In considering the path to recognition of the global public interest in the context of data protection, one can either be pessimistic when considering how some governments (such as that of Hungary) have been willing to ignore key values like legality and proportionality in the fight against coronavirus, or optimistic if one regards an international catastrophe like a pandemic as the crucible in which countries can forge a conception of the global public interest. The EU and its Member States could make a valuable contribution in this regard by demonstrating that they are capable of “digital solidarity”, i.e., by moving towards EU-wide solutions to combat the virus, such as the EDPS has called for (indeed, the Commission has proposed such a “common Union toolbox”). International standards for data sharing have already been developed that could serve as inspiration for defining the global public interest (e.g., the Handbook on Data Protection in Humanitarian Action published jointly by the Brussels Privacy Hub and the International Committee of the Red Cross; a second edition will be published shortly).
A second global trend is the rise in nationalism that has accompanied the spread of the virus, which may have an effect on the regulation of data transfers as well. While nationalism is often malign, it may also reflect a change in attitudes towards globalisation.
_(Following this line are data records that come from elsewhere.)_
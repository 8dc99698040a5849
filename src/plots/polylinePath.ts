// SVG path text of a curve sampled at pixel positions, with gaps where a value is missing: the
// text d3's line generator (linear curve, .digits(1)) writes for the same points — "M" at the
// start of each run of finite values, "L" between them, a lone value closed with "Z",
// coordinates rounded to 0.1 px — written in one loop, without the generator's per-point
// callbacks. It runs on the page's main thread in the frame of an edit (bench/curveChartLayout).

/**
 * `String(Math.round(v × 10) / 10)` (d3-path's digits(1)), written from the whole number of
 * tenths: integers print much faster than fractions. Beyond ±10⁹ px (never on a chart) it falls
 * back to the plain conversion.
 */
function tenths(v: number): string {
  const t = Math.round(v * 10);
  if (!(Math.abs(t) < 1e10)) return String(t / 10);
  const a = t < 0 ? -t : t;
  const whole = (a - (a % 10)) / 10;
  const frac = a % 10;
  const sign = t < 0 ? '-' : '';
  return frac === 0 ? `${sign}${whole}` : `${sign}${whole}.${frac}`;
}

/**
 * Path text of the polyline through (xPx[i], yPx(values[i])) for every i whose value is a finite
 * number; `xPx` holds the x pixel of each sample (one array shared by a chart's curves).
 */
export function polylinePath(
  xPx: ArrayLike<number>,
  values: readonly (number | null | undefined)[],
  yPx: (value: number) => number,
): string {
  let d = '';
  let run = 0;
  const n = Math.min(xPx.length, values.length);
  for (let i = 0; i < n; i++) {
    const v = values[i];
    if (typeof v !== 'number' || !Number.isFinite(v)) {
      if (run === 1) d += 'Z';
      run = 0;
      continue;
    }
    d += `${run === 0 ? 'M' : 'L'}${tenths(xPx[i] as number)},${tenths(yPx(v))}`;
    run += 1;
  }
  if (run === 1) d += 'Z';
  return d;
}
Examples include the massive increase since the pandemic in restrictions implemented by countries around the world on the export of goods, and government initiatives to have certain types of sensitive goods (such as medical equipment) produced domestically. The growth in global data flows in recent decades has been accompanied by an increase in international trade, and measures to liberalize data flows have gone hand in hand with the removal of trade restrictions (e.g., para. 1(1) of the Commission’s adequacy decision for Japan, and the Commission’s 2017 communication on “Exchanging and Protecting Personal Data in a Globalised World”). Thus, the liberalization of data flows will likely suffer if the free trade in goods is restricted. This may lead to a rise in so-called “data nationalism”, such as incentives or even requirements that databases be stored locally (so-called data localization). The regulation of data transfers could thus become less about granting sufficient protection for the processing of personal data transferred abroad, and more about prioritizing the storage of data locally.
Data must be crossing borders – and must be protected while doing so
As governments, regulators, and individuals grapple with the pandemic, it is important that data protection and privacy be built into the solutions that they develop, including mechanisms to protect data shared across borders. DPAs should make issues of global data sharing a key component of guidance they issue, and together with data controllers they should explore the use of novel mechanisms to provide protection for data transfers. This will also require countries to begin developing a conception of the global public interest. All of this is necessary both to ensure that personal data can flow across national borders to combat common global threats, and to protect the values of legality that form the basis of democratic societies.